● Excerpted data
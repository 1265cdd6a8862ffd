import { describe, expect, it } from 'vitest';
import { createSeededRandom } from '../engine/seeded-random';
import { idealGasNearestNeighbourDistance } from './ideal-gas-nearest-neighbour-distance';
import { nearestNeighbourDistances } from './nearest-neighbour-distances';
import { nearestNeighboursAndPairs, pairsWithinDistance, SweepOrder } from './pairs-within-distance';
import { frameOf } from './test-support';

function uniformCube(n: number, dims: 2 | 3, seed: number) {
  const rnd = createSeededRandom(seed);
  return Array.from({ length: n }, () => [rnd.uniform(), rnd.uniform(), dims === 3 ? rnd.uniform() : 0]);
}

describe('nearestNeighbourDistances(frame, options?)', () => {
  it('gives the same distances and neighbours by brute force and by the cell list', () => {
    // Source: derived (both are exact searches). Clustered points plus a far outlier.
    const rnd = createSeededRandom(9);
    const pts = Array.from({ length: 700 }, (_, i) => [rnd.normal() * (i % 3 ? 1 : 0.01), rnd.normal(), rnd.normal()]);
    pts.push([1e4, -1e4, 3]);
    const f = frameOf(3, pts);
    const nbA = new Int32Array(pts.length);
    const nbB = new Int32Array(pts.length);
    const a = nearestNeighbourDistances(f, { method: 'brute', neighbour: nbA });
    const b = nearestNeighbourDistances(f, { method: 'grid', neighbour: nbB });
    for (let i = 0; i < pts.length; i++) expect(b[i]).toBe(a[i]);
    expect(Array.from(nbB)).toEqual(Array.from(nbA));
  });
  for (const dims of [3, 2] as const) {
    it(`matches the ideal-gas mean for uniform random points in ${dims}D`, () => {
      // Source: SCIENCE.md (derived) ⟨d⟩ = Γ(4/3)(4πn/3)^(−1/3) in 3D, 1/(2√n) in 2D.
      // Interior points only (margin ≫ ⟨d⟩) to avoid the wall effect. Tolerance 5 SE with the theoretical
      // coefficient of variation sd(d)/⟨d⟩ = sqrt(Γ(5/3)/Γ(4/3)² − 1) ≈ 0.363 (3D), sqrt(4/π − 1) ≈ 0.523 (2D) (derived).
      const n = dims === 3 ? 4000 : 3000;
      const pts = uniformCube(n, dims, 20 + dims);
      const d = nearestNeighbourDistances(frameOf(dims, pts));
      const margin = 0.15;
      let s = 0, k = 0;
      pts.forEach((p, i) => {
        const inside = p.slice(0, dims).every((c) => c > margin && c < 1 - margin);
        if (inside) (s += d[i]), k++;
      });
      const cv = dims === 3 ? 0.363 : 0.523;
      expect(Math.abs(s / k / idealGasNearestNeighbourDistance(n, dims) - 1)).toBeLessThan((5 * cv) / Math.sqrt(k));
    });
  }
  it('returns NaN for a lone individual or a non-finite position, empty for an empty frame', () => {
    expect(nearestNeighbourDistances(frameOf(3, [])).length).toBe(0);
    expect(nearestNeighbourDistances(frameOf(3, [[0, 0, 0]]))[0]).toBeNaN();
    const d = nearestNeighbourDistances(frameOf(2, [[0, 0], [3, 4], [NaN, 0]]), { method: 'grid' });
    expect(Array.from(d.subarray(0, 2))).toEqual([5, 5]);
    expect(d[2]).toBeNaN();
    expect(nearestNeighbourDistances(frameOf(2, [[0, 0], [3, 4], [NaN, 0]]), { method: 'brute' })[2]).toBeNaN();
  });
});

describe('idealGasNearestNeighbourDistance(density, dims)', () => {
  it('equals ∫ exp(−n·4πr³/3) dr numerically (3D) and 0.554 n^(−1/3)', () => {
    // Source: derived; Γ(4/3) ≈ 0.89298 [memory], checked here by quadrature.
    const n = 1000;
    let s = 0;
    const h = 1e-5;
    for (let r = h / 2; r < 0.5; r += h) s += Math.exp((-n * 4 * Math.PI * r ** 3) / 3) * h;
    expect(idealGasNearestNeighbourDistance(n, 3)).toBeCloseTo(s, 6);
    expect(idealGasNearestNeighbourDistance(n, 3) * Math.cbrt(n)).toBeCloseTo(0.554, 3);
    expect(idealGasNearestNeighbourDistance(0, 3)).toBeNaN();
  });
});

describe('pairsWithinDistance(frame, maxDistance, options?)', () => {
  it('lists the same pairs by brute force and by the cell list', () => {
    // Source: derived (both exact).
    const f = frameOf(3, uniformCube(800, 3, 4));
    const a = pairsWithinDistance(f, 0.05, { method: 'brute' });
    const b = pairsWithinDistance(f, 0.05, { method: 'grid' });
    expect(b.count).toBe(a.count);
    expect(Array.from(b.a)).toEqual(Array.from(a.a));
    expect(Array.from(b.b)).toEqual(Array.from(a.b));
    expect(a.count).toBeGreaterThan(10);
  });
  it('finds nothing in an empty frame or for a non-positive distance', () => {
    expect(pairsWithinDistance(frameOf(3, []), 1).count).toBe(0);
    expect(pairsWithinDistance(frameOf(3, [[0, 0, 0], [0, 0, 0]]), 0).count).toBe(0);
  });
});

describe('nearestNeighboursAndPairs(frame, maxDistance, out, neighbour)', () => {
  it('gives the distances, neighbours and pairs of the separate brute-force functions', () => {
    // Source: derived (one pass computes the same exact quantities). Includes a NaN position.
    for (const dims of [3, 2] as const) {
      const pts = uniformCube(150, dims, 11 + dims);
      pts[7] = [NaN, 0.5, 0.5];
      const f = frameOf(dims, pts);
      const nbA = new Int32Array(150), nbB = new Int32Array(150), out = new Float64Array(150);
      const d = nearestNeighbourDistances(f, { method: 'brute', neighbour: nbA });
      const p = pairsWithinDistance(f, 0.08, { method: 'brute' });
      const q = nearestNeighboursAndPairs(f, 0.08, out, nbB);
      expect(Array.from(out)).toEqual(Array.from(d));
      expect(Array.from(nbB)).toEqual(Array.from(nbA));
      expect([q.count, Array.from(q.a), Array.from(q.b), Array.from(q.distance)]).toEqual([p.count, Array.from(p.a), Array.from(p.b), Array.from(p.distance)]);
      expect(p.count).toBeGreaterThan(10);
    }
  });
});

describe('pairsWithinDistance(frame, maxDistance, { sweep })', () => {
  it('lists the same pairs by sort-and-sweep as by brute force, frame after frame', () => {
    // Source: derived (both exact); the kept x-order is re-sorted on each moving frame.
    const rnd = createSeededRandom(31);
    const pts = uniformCube(200, 3, 5);
    const sweep = new SweepOrder();
    for (let t = 0; t < 5; t++) {
      for (const p of pts) for (let a = 0; a < 3; a++) p[a] += 0.01 * rnd.normal();
      const f = frameOf(3, t === 3 ? pts.slice(0, 150) : pts);
      const a = pairsWithinDistance(f, 0.06, { method: 'brute' });
      const b = pairsWithinDistance(f, 0.06, { method: 'sweep', sweep });
      expect([b.count, Array.from(b.a), Array.from(b.b), Array.from(b.distance)]).toEqual([a.count, Array.from(a.a), Array.from(a.b), Array.from(a.distance)]);
    }
  });
});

● Assignment
Report how many lines of the records above contain the word "grid", and give only that number.

● Solution for this problem
3